The expression x, y uses the comma operator. The comma operator evaluates x, discards its value, and then evaluates and returns y. In other words, return x, y is equivalent to return y.
You could use std::pair<int,int> to return a pair of integers.
The line
return x, y;
does not do what you expect. The comma operator returns only the value after the last comma - in this case, y. To return multiple values, you should use a struct or class containing both.

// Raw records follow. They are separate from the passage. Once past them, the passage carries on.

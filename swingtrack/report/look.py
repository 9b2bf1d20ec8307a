"""The look that all figures share: colours that colour-blind readers tell apart, plain axes, units on each."""

from __future__ import annotations

from typing import Any

INK = "#23303b"
FAINT = "#9aa5ad"
DATA = "#2b6c8f"  # deep water blue
FIT = "#c8553d"  # clay
SHADE = "#ece7de"
THIRD = "#7a8f3c"

MOST_POINTS = 4000  # drawn of a long series: beyond it the picture looks the same and the file does not


def new_figure(width: float = 7.2, height: float = 4.2) -> Any:
    """An empty figure, inches; no pyplot, so that nothing needs a screen."""
    from matplotlib.figure import Figure

    return Figure(figsize=(width, height), layout="constrained")


def plain(ax: Any, x: str, y: str) -> Any:
    """Label both axes with quantity and unit and take the box away."""
    ax.set_xlabel(x, color=INK)
    ax.set_ylabel(y, color=INK)
    ax.tick_params(colors=INK, labelsize=8)
    for side in ("top", "right"):
        ax.spines[side].set_visible(False)
    for side in ("left", "bottom"):
        ax.spines[side].set_color(FAINT)
    ax.grid(visible=True, color=FAINT, alpha=0.25, linewidth=0.6)
    return ax


def save(figure: Any, kind: str) -> bytes:
    """The figure as "png" or "svg" bytes, the same for the same input."""
    import io

    from matplotlib import rc_context

    stream = io.BytesIO()
    # Without a salt and a date the ids and the metadata of an SVG differ at every run.
    with rc_context({"svg.hashsalt": "swingtrack", "svg.fonttype": "none"}):
        metadata = {"Date": None} if kind == "svg" else {"Software": None}
        figure.savefig(stream, format=kind, dpi=150, metadata=metadata)
    return stream.getvalue()
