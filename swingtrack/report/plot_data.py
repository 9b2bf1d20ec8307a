"""The swing as the page's own plot takes it: short numbers, long records thinned."""

from __future__ import annotations

import math
from typing import Any

import numpy as np

from ..records import Floats, SwingTrace
from .decimate import keep_extremes
from .figure_swing import scale_of

MOST_SAMPLES = (
    12_000  # some 0.4 MB of page; a screen has fewer columns, and zooming still shows single samples
)
DIGITS_BELOW_NOISE = 2  # shown beyond the residual's own size


def plot_data(trace: SwingTrace) -> dict[str, Any]:
    """Columns t, y (measured), f (fitted; null where there is none), used ("1" or "0" each), and how to show them."""
    scale, unit = scale_of(trace.unit)
    shown = keep_extremes(trace.measured, MOST_SAMPLES)
    residual = scale * (trace.measured - trace.fitted)[trace.used]
    noise = float(np.sqrt(np.nanmean(residual**2))) if residual.size else math.nan
    digits = _digits(noise, float(np.nanmax(np.abs(scale * trace.measured), initial=0.0)))
    return {
        "t": [round(float(t), 6) for t in trace.t_s[shown]],
        "y": _column(scale * trace.measured[shown], digits + 1),
        "f": _column(scale * trace.fitted[shown], digits + 1),
        "used": "".join("1" if used else "0" for used in trace.used[shown]),
        "from": trace.free_from_s,
        "to": trace.free_to_s,
        "unit": unit,
        "gap": "" if unit == "°" else " ",
        "digits": digits,
        "thinned": len(shown) < len(trace.t_s),
    }


def _column(values: Floats, decimals: int) -> list[float | None]:
    return [round(float(v), decimals) if math.isfinite(v) else None for v in values]


def _digits(noise: float, size: float) -> int:
    """Decimals that show a residual to two digits, or the swing to five where there is no residual."""
    if not (math.isfinite(noise) and noise > 1e-9 * size):
        noise = 1e-4 * size or 1.0
    return max(0, min(12, DIGITS_BELOW_NOISE - 1 - math.floor(math.log10(noise))))
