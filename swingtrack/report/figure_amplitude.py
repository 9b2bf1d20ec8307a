"""How the swing dies away: the amplitude against time with the law of damping that was fitted."""

from __future__ import annotations

from typing import Any

import numpy as np

from ..records import Swing
from .decimate import keep_extremes
from .figure_swing import scale_of
from .layout import short
from .look import DATA, FAINT, FIT, key, new_figure, plain


def amplitude_figure(swing: Swing) -> Any:
    """`draw_amplitude` as a figure of its own."""
    figure = new_figure()
    draw_amplitude(figure.subplots(), swing)
    return figure


def draw_amplitude(ax: Any, swing: Swing) -> Any:
    """The fit's amplitude as an envelope round the measured swing, the half-life marked where it falls inside."""
    trace = swing.trace
    scale, unit = scale_of(trace.unit)
    kept = np.flatnonzero(trace.used)
    shown = kept[keep_extremes(trace.measured[kept])]
    ax.plot(trace.t_s[shown], scale * trace.measured[shown], "-", lw=0.6, color=DATA, alpha=0.6)
    ax.plot([], [], "-", lw=1.2, color=DATA, alpha=0.7, label="measured swing")
    shown = kept[keep_extremes(trace.amplitude[kept])]
    label = f"amplitude, {short(swing.damping_law, 24)} damping"
    for sign in (1.0, -1.0):
        ax.plot(
            trace.t_s[shown],
            sign * scale * trace.amplitude[shown],
            "-",
            lw=1.8,
            color=FIT,
            label=label if sign > 0.0 else None,
        )
    ax.axhline(0.0, color=FAINT, lw=0.8, zorder=0)
    if swing.half_life is not None:
        half = trace.free_from_s + swing.half_life.value
        if half <= trace.free_to_s:
            ax.axvline(half, color=FAINT, lw=1.0, ls=(0, (4, 3)), label="one half-life after the start")
    ax.margins(x=0.01)
    key(ax, loc="lower right", bbox_to_anchor=(1.0, 0.99), ncols=2, borderaxespad=0.0)
    return plain(ax, "time, s", f"swing and amplitude, {unit}")
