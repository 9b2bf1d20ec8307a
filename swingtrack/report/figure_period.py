"""Period against amplitude: single cycles, and what the suspension predicts."""

from __future__ import annotations

from typing import Any

import numpy as np

from ..records import Swing
from .figure_swing import scale_of
from .layout import short
from .look import DATA, FIT, INK, key, new_figure, plain, say

BEYOND = 1.1  # the law is drawn a tenth beyond the largest amplitude


def period_figure(swing: Swing) -> Any:
    """`draw_period_amplitude` as a figure of its own."""
    figure = new_figure()
    draw_period_amplitude(figure.subplots(), swing)
    return figure


def draw_period_amplitude(ax: Any, swing: Swing) -> Any:
    """Periods of single cycles against amplitude, the suspension's law, and the small-swing period at zero.

    Where the amplitude is known in pixels or in nobody's unit alone the law can't be drawn beside the cycles.
    """
    law, trace = swing.law, swing.trace
    scale, unit = scale_of(trace.unit)
    known = np.isfinite(trace.amplitude)
    if trace.cycle_t_s.size and known.any():
        at = np.interp(trace.cycle_t_s, trace.t_s[known], scale * trace.amplitude[known])
        ax.plot(at, trace.cycle_period_s, "o", ms=3.6, mew=0, color=DATA, alpha=0.8, label="single cycles")
    else:
        say(ax, "no single cycles to show")
    if law is not None and swing.amplitude_start is not None and trace.unit == "rad":
        reach = law.amplitude_rad <= BEYOND * swing.amplitude_start.value
        ax.plot(
            scale * law.amplitude_rad[reach],
            swing.period.value * law.period_ratio[reach],
            "-",
            lw=1.6,
            color=FIT,
            label=f"{short(law.name, 20)} suspension, exact",
        )
    ax.errorbar(
        [0.0],
        [swing.period.value],
        yerr=[2.0 * swing.period.u],
        fmt="D",
        ms=5,
        color=INK,
        mfc="none",
        capsize=3,
        clip_on=False,
        label="small-swing period, ± 2 u",
    )
    ax.set_xlim(left=0.0)
    key(ax, loc="best")
    return plain(ax, f"amplitude, {unit}", "period, s")
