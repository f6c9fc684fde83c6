package main

import (
	"context"
	"fmt"
	"math"
	"math/rand/v2"

	"gonum.org/v1/gonum/stat/distuv"

	"github.com/tallrow/tallrow/stream"
	"github.com/tallrow/tallrow/vcov"
)

// design is a way to draw data, and what the reference found for it.
type design struct {
	family, name string
	spec         stream.Spec
	fits         []vcov.Options
	columns      []column
	draw         func(r *rand.Rand) (x1, x2, y []float64, group []int64)
	reference    [][2]float64 // by column, b1 and b2
	refReps      int
	refDF        [2]float64 // mean degrees of freedom of cr2
}

// column is a kind of errors in one of the fits.
type column struct {
	name  string
	fit   int
	kind  string
	plain bool // t on the degrees of freedom of cr1 in place of the kind's own
}

const draws = 399

var (
	spreadColumns = []column{{"classical", 0, "classical", false}, {"hc0", 0, "hc0", false}, {"hc1", 0, "hc1", false},
		{"hc2", 0, "hc2", false}, {"hc3", 0, "hc3", false}, {"hc4", 0, "hc4", false}}
	clusterColumns = []column{{"classical", 0, "classical", false}, {"cr0", 0, "cr0", false}, {"cr1", 0, "cr1", false},
		{"cr2, t(G-1)", 0, "cr2", true}, {"cr2", 0, "cr2", false}, {"cr3", 0, "cr3", false},
		{"wcr, signs", 0, "wcr", false}, {"wcr, six-point", 1, "wcr", false}, {"wcu, signs", 0, "wcu", false}}
)

// The figures are those of the design simulation: numpy, dense.
var designs = []*design{
	unequalSpread(50, 40_000, [][2]float64{{.653, .948}, {.804, .935}, {.815, .943}, {.860, .949}, {.906, .962}, {.943, .967}}),
	unequalSpread(200, 30_000, [][2]float64{{.576, .948}, {.888, .946}, {.890, .948}, {.910, .950}, {.927, .955}, {.949, .960}}),
	unequalSpread(1000, 10_000, [][2]float64{{.524, .947}, {.930, .947}, {.930, .947}, {.936, .948}, {.942, .949}, {.951, .951}}),
	// Which clusters have x2 = 1 is part of the design: sizes differ.
	clusters(8, []int{2, 5}, 10_000, [2]float64{4.4, 1.8}, [][2]float64{{.619, .526}, {.836, .762}, {.864, .789},
		{.912, .862}, {.945, .978}, {.963, .938}, {.944, .965}, {.936, .966}, {.887, .875}}),
	clusters(20, []int{1, 5, 7, 12, 16, 19}, 8_000, [2]float64{11.0, 7.1}, [][2]float64{{.564, .487}, {.892, .873}, {.901, .883},
		{.926, .915}, {.941, .941}, {.954, .943}, {.946, .939}, {.943, .939}, {.935, .926}}),
	clusters(50, []int{2, 3, 6, 11, 24, 25, 27, 28, 30, 36, 41, 42, 47, 48, 49}, 4_000, [2]float64{26.0, 22.2}, [][2]float64{{.551, .485},
		{.922, .925}, {.925, .927}, {.937, .936}, {.941, .944}, {.947, .949}, {.948, .951}, {.945, .947}, {.945, .946}}),
}

func unequalSpread(n, refReps int, reference [][2]float64) *design {
	d := &design{family: "Unequal spread", name: fmt.Sprintf("n = %d", n), columns: spreadColumns, reference: reference, refReps: refReps}
	d.spec = stream.Spec{Outcome: "y", Terms: []string{"x1", "x2"}}
	o := vcov.Options{Workers: 1}
	for _, c := range d.columns {
		o.Errors = append(o.Errors, vcov.Kind{Name: c.kind, Cluster: -1})
	}
	d.fits = []vcov.Options{o}
	d.draw = func(r *rand.Rand) (x1, x2, y []float64, group []int64) {
		for i := range n {
			a, b := math.Exp(0.7*r.NormFloat64()), 0.0
			if i == 0 || i > 1 && r.Float64() < 0.3 {
				b = 1
			}
			x1, x2, y = append(x1, a), append(x2, b), append(y, 1+a+b+(0.3+a)*r.NormFloat64())
		}
		return x1, x2, y, nil
	}
	return d
}

func clusters(groups int, treated []int, refReps int, refDF [2]float64, reference [][2]float64) *design {
	d := &design{family: "Clusters", name: fmt.Sprintf("G = %d", groups), columns: clusterColumns, reference: reference, refReps: refReps, refDF: refDF}
	d.spec = stream.Spec{Outcome: "y", Terms: []string{"x1", "x2"}, Keys: []string{"g"}}
	signs := vcov.Options{Workers: 1, Draws: draws, BootWeights: "signs", Errors: []vcov.Kind{{Name: "classical", Cluster: -1}}}
	for _, k := range []string{"cr0", "cr1", "cr2", "cr3", "wcr", "wcu"} {
		signs.Errors = append(signs.Errors, vcov.Kind{Name: k, Cluster: 0})
	}
	six := signs
	six.BootWeights, six.Errors = "six-point", []vcov.Kind{{Name: "wcr", Cluster: 0}}
	d.fits = []vcov.Options{signs, six}

	size := make([]float64, groups)
	mean := 0.0
	for i := range size {
		size[i] = math.Exp(2 * float64(i) / float64(groups-1))
		mean += size[i] / float64(groups)
	}
	with := make([]float64, groups)
	for _, g := range treated {
		with[g] = 1
	}
	d.draw = func(r *rand.Rand) (x1, x2, y []float64, group []int64) {
		for g, s := range size {
			of, shock := r.NormFloat64(), r.NormFloat64()
			for range max(4, int(math.RoundToEven(20*s/mean))) {
				a := of + r.NormFloat64()
				u := (math.Sqrt(0.3)*shock + math.Sqrt(0.7)*r.NormFloat64()) * (1 + 0.3*math.Abs(a))
				x1, x2, y, group = append(x1, a), append(x2, with[g]), append(y, 1+a+with[g]+u), append(group, int64(g))
			}
		}
		return x1, x2, y, group
	}
	return d
}

// sample is what one replication shows.
type sample struct {
	held       [][2]bool // by column
	df         [2]float64
	orderings  int
	violations []string
}

// smaller holds the orderings that are theorems.
var smaller = [][2]string{{"hc0", "hc1"}, {"hc0", "hc2"}, {"hc2", "hc3"}, {"cr0", "cr1"}}

// sample draws and fits a replication: which of its intervals hold the slopes, both 1.
func (d *design) sample(ctx context.Context, seed, rep uint64) (*sample, error) {
	x1, x2, y, group := d.draw(rand.New(rand.NewPCG(seed, rep)))
	var schema stream.Schema
	var cols []stream.Vector
	for i, v := range [][]float64{x1, x2, y} {
		schema.Columns = append(schema.Columns, stream.Column{Name: []string{"x1", "x2", "y"}[i], Kind: stream.Float64})
		cols = append(cols, stream.Vector{Kind: stream.Float64, F64: v})
	}
	if group != nil {
		schema.Columns = append(schema.Columns, stream.Column{Name: "g", Kind: stream.Int64})
		cols = append(cols, stream.Vector{Kind: stream.Int64, I64: group})
	}
	src := stream.NewMemory(schema, cols, 4096)
	bound, err := stream.NewDesign(d.spec, src.Schema())
	if err != nil {
		return nil, err
	}
	by := make([]map[string]*vcov.Errors, len(d.fits))
	var est []vcov.Number
	for i, o := range d.fits {
		o.Seed = seed<<32 + rep
		r, err := vcov.Fit(ctx, src, bound, o)
		if err != nil {
			return nil, err
		}
		est = r.Estimates
		by[i] = map[string]*vcov.Errors{}
		for j := range r.Errors {
			e := &r.Errors[j]
			if e.Status != "ok" {
				return nil, fmt.Errorf("%s: %s", e.Name(), *e.Reason)
			}
			by[i][e.Kind] = e
		}
	}
	s := &sample{held: make([][2]bool, len(d.columns))}
	for i, c := range d.columns {
		e := by[c.fit][c.kind]
		for j := range 2 {
			low, high := float64(e.Low[j+1]), float64(e.High[j+1])
			if c.plain {
				half := distuv.StudentsT{Sigma: 1, Nu: float64(by[c.fit]["cr1"].DF[j+1])}.Quantile(0.975) * float64(e.SE[j+1])
				low, high = float64(est[j+1])-half, float64(est[j+1])+half
			}
			// An interval without an end is null there, and infinite.
			s.held[i][j] = !(low > 1) && !(high < 1)
		}
		if c.kind == "cr2" {
			s.df = [2]float64{float64(e.DF[1]), float64(e.DF[2])}
		}
	}
	for _, o := range smaller {
		a, b := by[0][o[0]], by[0][o[1]]
		if a == nil || b == nil {
			continue
		}
		for j := range a.SE {
			s.orderings++
			// 1e-12 leaves room for rounding where both are equal.
			if !(float64(a.SE[j])*(1-1e-12) <= float64(b.SE[j])) {
				s.violations = append(s.violations, fmt.Sprintf("term %d: %s %v above %s %v", j, o[0], a.SE[j], o[1], b.SE[j]))
			}
		}
	}
	return s, nil
}
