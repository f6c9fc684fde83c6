// Command _gen writes the assembly of the package above it.
package main

import (
	"github.com/mmcloughlin/avo/build"
	"github.com/tallrow/tallrow/accum/internal/kernel/_gen/asm"
)

func main() {
	asm.All()
	build.Generate()
}
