package main

import (
	"bytes"
	"os"
	"path/filepath"
	"strings"
	"testing"
)

// Few replications of every design agree with the reference within their bands, the
// orderings hold, and the tables are the same for any number of workers.
func TestCoverage(t *testing.T) {
	reps := "200"
	if testing.Short() {
		reps = "10"
	}
	file := filepath.Join(t.TempDir(), "coverage.md")
	var first string
	for _, workers := range []string{"1", "3"} {
		var out, errw bytes.Buffer
		if code := run(t.Context(), []string{"-repeat", reps, "-workers", workers, "-o", file}, &out, &errw); code != 0 {
			t.Fatalf("exit status %d\n%s%s", code, errw.String(), out.String())
		}
		text, err := os.ReadFile(file)
		if err != nil {
			t.Fatal(err)
		}
		if string(text) != out.String() {
			t.Error("the file is not what was printed")
		}
		tables, _, _ := strings.Cut(out.String(), "\nSeed")
		if first == "" {
			first = tables
		}
		if tables != first {
			t.Errorf("other tables with %s workers:\n%s\n%s", workers, tables, first)
		}
	}
	if n := strings.Count(first, "\n| n = ") + strings.Count(first, "\n| G = "); n != len(designs) {
		t.Errorf("%d designs in the tables", n)
	}
	if !strings.Contains(first, " 0 violated of "+map[bool]string{true: "360", false: "7200"}[reps == "10"]) {
		t.Errorf("orderings:\n%s", first)
	}
}

func TestCoverageTellsWhatIsOff(t *testing.T) {
	d := *designs[0]
	c := &count{design: &d, reps: 1000, hits: make([][2]int, len(d.columns))}
	for i, p := range d.reference {
		c.hits[i] = [2]int{int(1000*p[0] + 0.5), int(1000*p[1] + 0.5)}
	}
	var out bytes.Buffer
	if render(&out, []*count{c}) || strings.Contains(out.String(), "**0") || strings.Contains(out.String(), "**1") {
		t.Errorf("the reference is not within its band:\n%s", out.String())
	}
	c.hits[0][0] += 150
	out.Reset()
	if !render(&out, []*count{c}) || !strings.Contains(out.String(), "**0.803**") || !strings.Contains(out.String(), "band: 1 of 12") {
		t.Errorf("a share far outside is not told:\n%s", out.String())
	}
	c.hits[0][0] -= 150
	c.violations = []string{"hc0 above hc1"}
	if !render(&out, []*count{c}) {
		t.Error("a violated ordering is not told")
	}
}

func TestFlags(t *testing.T) {
	for _, args := range [][]string{{"-repeat", "-1"}, {"-workers", "0"}, {"more"}, {"-what"}} {
		var out, errw bytes.Buffer
		if code := run(t.Context(), args, &out, &errw); code != 2 || errw.Len() == 0 || out.Len() > 0 {
			t.Errorf("%v: exit status %d", args, code)
		}
	}
}
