// maskTable: the mask of the first t lanes starts t elements before its middle.
func maskTable() Mem {
	m := GLOBL("lanemask", RODATA|NOPTR)
	for i := range 2 * lanes {
		v := U64(0)
		if i < lanes {
			v = ^v
		}
		DATA(8*i, v)
	}
	return m
}

// columns addresses the current group of rows of up to eight columns.
type columns struct {
	base, stride, stride3 Register // strides in bytes
	high                  Register // place of column 4 where there are more than 5
	n                     int
}

func loadColumns(base, stride string, n int) columns {
	c := columns{base: Load(Param(base), GP64()), n: n}
	if n > 1 {
		c.stride = Load(Param(stride), GP64())
		SHLQ(Imm(3), c.stride)
	}
	if n > 3 {
		s := GP64()
		LEAQ(Mem{Base: c.stride, Index: c.stride, Scale: 2}, s)
		c.stride3 = s
	}
	if n > 5 {
		c.high = GP64()
		LEAQ(c.at(4), c.high)
	}
	return c
}

func (c columns) at(j int) Mem {
	if j > 4 {
		return columns{base: c.high, stride: c.stride, stride3: c.stride3}.at(j - 4)
	}
	switch j {
	case 0:
		return Mem{Base: c.base}
	case 3:
		return Mem{Base: c.base, Index: c.stride3, Scale: 1}
	default: // 1, 2, 4
		return Mem{Base: c.base, Index: c.stride, Scale: uint8(j)}
	}
}

// pad copies the rows after the last whole group to buf and fills the group up
// with zeros.
func (c columns) pad(buf Mem, offset Register, mask VecVirtual) {
	d := c
	d.base = GP64()
	LEAQ(Mem{Base: c.base, Index: offset, Scale: 1}, d.base)
	if c.high != nil {
		d.high = GP64()
		LEAQ(Mem{Base: c.high, Index: offset, Scale: 1}, d.high)
	}
	for j := range c.n {
		y := YMM()
		VMASKMOVPD(d.at(j), mask, y)
		VMOVUPD(y, buf.Offset(group*j))
	}
}
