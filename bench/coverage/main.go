// Coverage counts, in invented data whose true slopes are known, how often nominal
// 95 % intervals hold them, for every kind of errors, and lays the shares beside those
// of an independent simulation:
//
//	go run ./bench/coverage                           as many replications as the reference: minutes
//	go run ./bench/coverage -repeat 500               seconds
//	go run ./bench/coverage -repeat 30000 -o FILE.md  for the record
//
// # Designs
//
// Unequal spread: n = 50, 200, 1000 rows, x1 = exp(0.7 N), x2 = 1 with probability
// 0.3 (the first two rows 1 and 0), y = 1 + x1 + x2 + (0.3 + x1) N.
//
// Clusters: G = 8, 20, 50 of 20 exp(2 i/(G-1)) / mean rows, x1 = N of the cluster + N
// of the row, x2 = 1 in 2, 6, 15 clusters, y = 1 + x1 + x2 + u, u = (sqrt 0.3 N of the
// cluster + sqrt 0.7 N of the row)(1 + 0.3 |x1|).
//
// # What is compared
//
// The reference is the design simulation, 10,000 to 40,000 replications with numpy
// (unequal spread; 4,000 to 10,000 with clusters), dense and without this program's
// code. A share p of R replications lies within its band if it is no further from the
// reference than
//
//	3 sqrt(p (1-p) (1/R + 1/R_ref))
//
// about 0.3 % of the cells are expected outside. The bootstrap has 399 draws. Where
// there are so few clusters that all patterns of signs can be run through, the program
// does that, while the reference drew them.
//
// In each replication the orderings that are theorems must hold: the errors by hc0 are
// at most those by hc1 and by hc2, these at most those by hc3, and those by cr0 at
// most those by cr1.
//
// The exit status is 1 if an ordering is violated or a cell is further from the
// reference than twice its band, 2 for a wrong flag. Same flags, same numbers, whatever
// the number of workers.
package main

import (
	"bytes"
	"context"
	"errors"
	"flag"
	"fmt"
	"io"
	"math"
	"os"
	"os/signal"
	"runtime"
	"strings"
	"sync"
	"sync/atomic"
	"syscall"
	"time"

	"github.com/google/renameio/v2"
)

func main() {
	ctx, stop := signal.NotifyContext(context.Background(), os.Interrupt, syscall.SIGTERM)
	defer stop()
	os.Exit(run(ctx, os.Args[1:], os.Stdout, os.Stderr))
}

func run(ctx context.Context, args []string, out, errw io.Writer) int {
	f := flag.NewFlagSet("coverage", flag.ContinueOnError)
	f.SetOutput(errw)
	repeat := f.Int("repeat", 0, "replications of each design; 0: as many as the reference")
	seed := f.Uint64("seed", 1, "seed of the data")
	output := f.String("o", "", "write the tables to this `file`, too")
	workers := f.Int("workers", runtime.GOMAXPROCS(0), "replications done at the same time")
	err := f.Parse(args)
	switch {
	case errors.Is(err, flag.ErrHelp):
		return 0
	case err != nil:
		return 2
	case f.NArg() > 0:
		err = fmt.Errorf("found %q, want flags only", f.Arg(0))
	case *repeat < 0:
		err = fmt.Errorf("-repeat %d: want 0 or more", *repeat)
	case *workers < 1:
		err = fmt.Errorf("-workers %d: want at least 1", *workers)
	}
	if err != nil {
		fmt.Fprintln(errw, "coverage:", err)
		return 2
	}
	start := time.Now()
	var counts []*count
	for _, d := range designs {
		n := *repeat
		if n == 0 {
			n = d.refReps
		}
		begin := time.Now()
		c, err := simulate(ctx, d, *seed, n, *workers)
		if err != nil {
			fmt.Fprintln(errw, "coverage:", err)
			return 1
		}
		fmt.Fprintf(errw, "%s: %d replications, %v\n", d.name, n, time.Since(begin).Round(time.Second))
		counts = append(counts, c)
	}
	var text bytes.Buffer
	bad := render(&text, counts)
	fmt.Fprintf(&text, "\nSeed %d; workers: %d; %v.\n", *seed, *workers, time.Since(start).Round(time.Second))
	out.Write(text.Bytes())
	if *output != "" {
		if err := renameio.WriteFile(*output, text.Bytes(), 0o644); err != nil {
			fmt.Fprintln(errw, "coverage:", err)
			return 1
		}
	}
	if bad {
		return 1
	}
	return 0
}

// count is what the replications of a design came to.
type count struct {
	design     *design
	reps       int
	hits       [][2]int   // by column of the design, b1 and b2
	df         [2]float64 // sums of the degrees of freedom of cr2
	violations []string
	orderings  int // checked
}

// simulate runs the replications of a design.
func simulate(ctx context.Context, d *design, seed uint64, reps, workers int) (*count, error) {
	samples := make([]*sample, reps)
	errs := make([]error, workers)
	var next atomic.Int64
	var wg sync.WaitGroup
	for w := range workers {
		wg.Go(func() {
			for ctx.Err() == nil {
				rep := int(next.Add(1)) - 1
				if rep >= reps {
					return
				}
				s, err := d.sample(ctx, seed, uint64(rep))
				if err != nil {
					errs[w] = fmt.Errorf("%s, replication %d: %w", d.name, rep, err)
					return
				}
				samples[rep] = s
			}
		})
	}
	wg.Wait()
	if err := errors.Join(append(errs, ctx.Err())...); err != nil {
		return nil, err
	}
	c := &count{design: d, reps: reps, hits: make([][2]int, len(d.columns))}
	for rep, s := range samples {
		for i, held := range s.held {
			for j, h := range held {
				if h {
					c.hits[i][j]++
				}
			}
		}
		for j, df := range s.df {
			c.df[j] += df
		}
		c.orderings += s.orderings
		for _, v := range s.violations {
			c.violations = append(c.violations, fmt.Sprintf("%s, replication %d: %s", d.name, rep, v))
		}
	}
	return c, nil
}

// band is three standard errors of the difference of two shares.
func band(p float64, reps, refReps int) float64 {
	return 3 * math.Sqrt(p*(1-p)*(1/float64(reps)+1/float64(refReps)))
}

// render writes the tables; true if an ordering is violated or a cell far outside.
func render(w io.Writer, counts []*count) (bad bool) {
	fmt.Fprintf(w, "# Coverage of nominal 95 %% intervals\n\n"+
		"Share of replications whose interval holds the true slope, of b1 / b2; in brackets the same share in the design\n"+
		"simulation, %d to %d replications with numpy, and the band within which a share agrees with it:\n"+
		"3 sqrt(p (1-p) (1/R + 1/R_ref)). Cells outside it are **bold**. The designs stand in the package comment.\n", 4000, 40_000)
	cells, outside, orderings := 0, 0, 0
	var violations []string
	family := ""
	for _, c := range counts {
		d := c.design
		if d.family != family {
			family = d.family
			fmt.Fprintf(w, "\n## %s\n\n| design | R | R_ref |", family)
			for _, col := range d.columns {
				fmt.Fprintf(w, " %s |", col.name)
			}
			fmt.Fprintf(w, "\n|---|---|---|%s\n", strings.Repeat("---|", len(d.columns)))
		}
		fmt.Fprintf(w, "| %s | %d | %d |", d.name, c.reps, d.refReps)
		for i, ref := range d.reference {
			var got, want, within [2]string
			for j, p := range ref {
				share := float64(c.hits[i][j]) / float64(c.reps)
				b := band(p, c.reps, d.refReps)
				got[j], want[j], within[j] = fmt.Sprintf("%.3f", share), fmt.Sprintf("%.3f", p), fmt.Sprintf("%.3f", b)
				cells++
				if off := math.Abs(share - p); off > b {
					outside++
					got[j] = "**" + got[j] + "**"
					bad = bad || off > 2*b
				}
			}
			fmt.Fprintf(w, " %s / %s (%s ± %s / %s ± %s) |", got[0], got[1], want[0], within[0], want[1], within[1])
		}
		fmt.Fprintln(w)
		orderings += c.orderings
		violations = append(violations, c.violations...)
	}
	fmt.Fprintln(w)
	for _, c := range counts {
		if d := c.design; d.refDF[0] > 0 {
			n := float64(c.reps)
			fmt.Fprintf(w, "- %s: mean degrees of freedom of cr2 %.1f / %.1f (design simulation %.1f / %.1f)\n", d.name, c.df[0]/n, c.df[1]/n, d.refDF[0], d.refDF[1])
		}
	}
	fmt.Fprintf(w, "- cells outside their band: %d of %d; %.1f are expected if all agree\n", outside, cells, 0.0027*float64(cells))
	fmt.Fprintf(w, "- orderings that are theorems (hc0 ≤ hc1, hc0 ≤ hc2 ≤ hc3, cr0 ≤ cr1): %d violated of %d\n", len(violations), orderings)
	for _, v := range violations[:min(len(violations), 10)] {
		fmt.Fprintf(w, "  - %s\n", v)
	}
	return bad || len(violations) > 0
}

You can only return one thing. You can put those in a struct, and return it. Simpler example.
struct xy {
int x;
int y;
};
xy math(int a, int b) {
xy pair;
int x, y;
pair.x = a + b;
pair.y = a * b;
return pair;
}
There are two ways to make a function return more than one value. The
first is to use out parameters, either references or pointers:
void
math( int a, int b, int& sum, int& product )
{
sum = a + b;
product = a * b;
}
int
main()
{
int s;
int p;
math(5, 3, s, p);
std::cout << s << ' ' << p << std::endl;
return 0;
}
The other is to define a class to contain the two values:
struct MathResults
{
int sum;
int product;
};
MathResults
math( int a, int b )
{
return MathResults{ a + b, a * b };
}
std::ostream&
operator<<( std::ostream& dest, MathResults const& value )
{
dest << value.sum << ' ' << value.product;
}
int
main()
{
std::cout << math( 5, 3 ) << std::endl;
return 0;
}
In most cases, the second solution is to be preferred.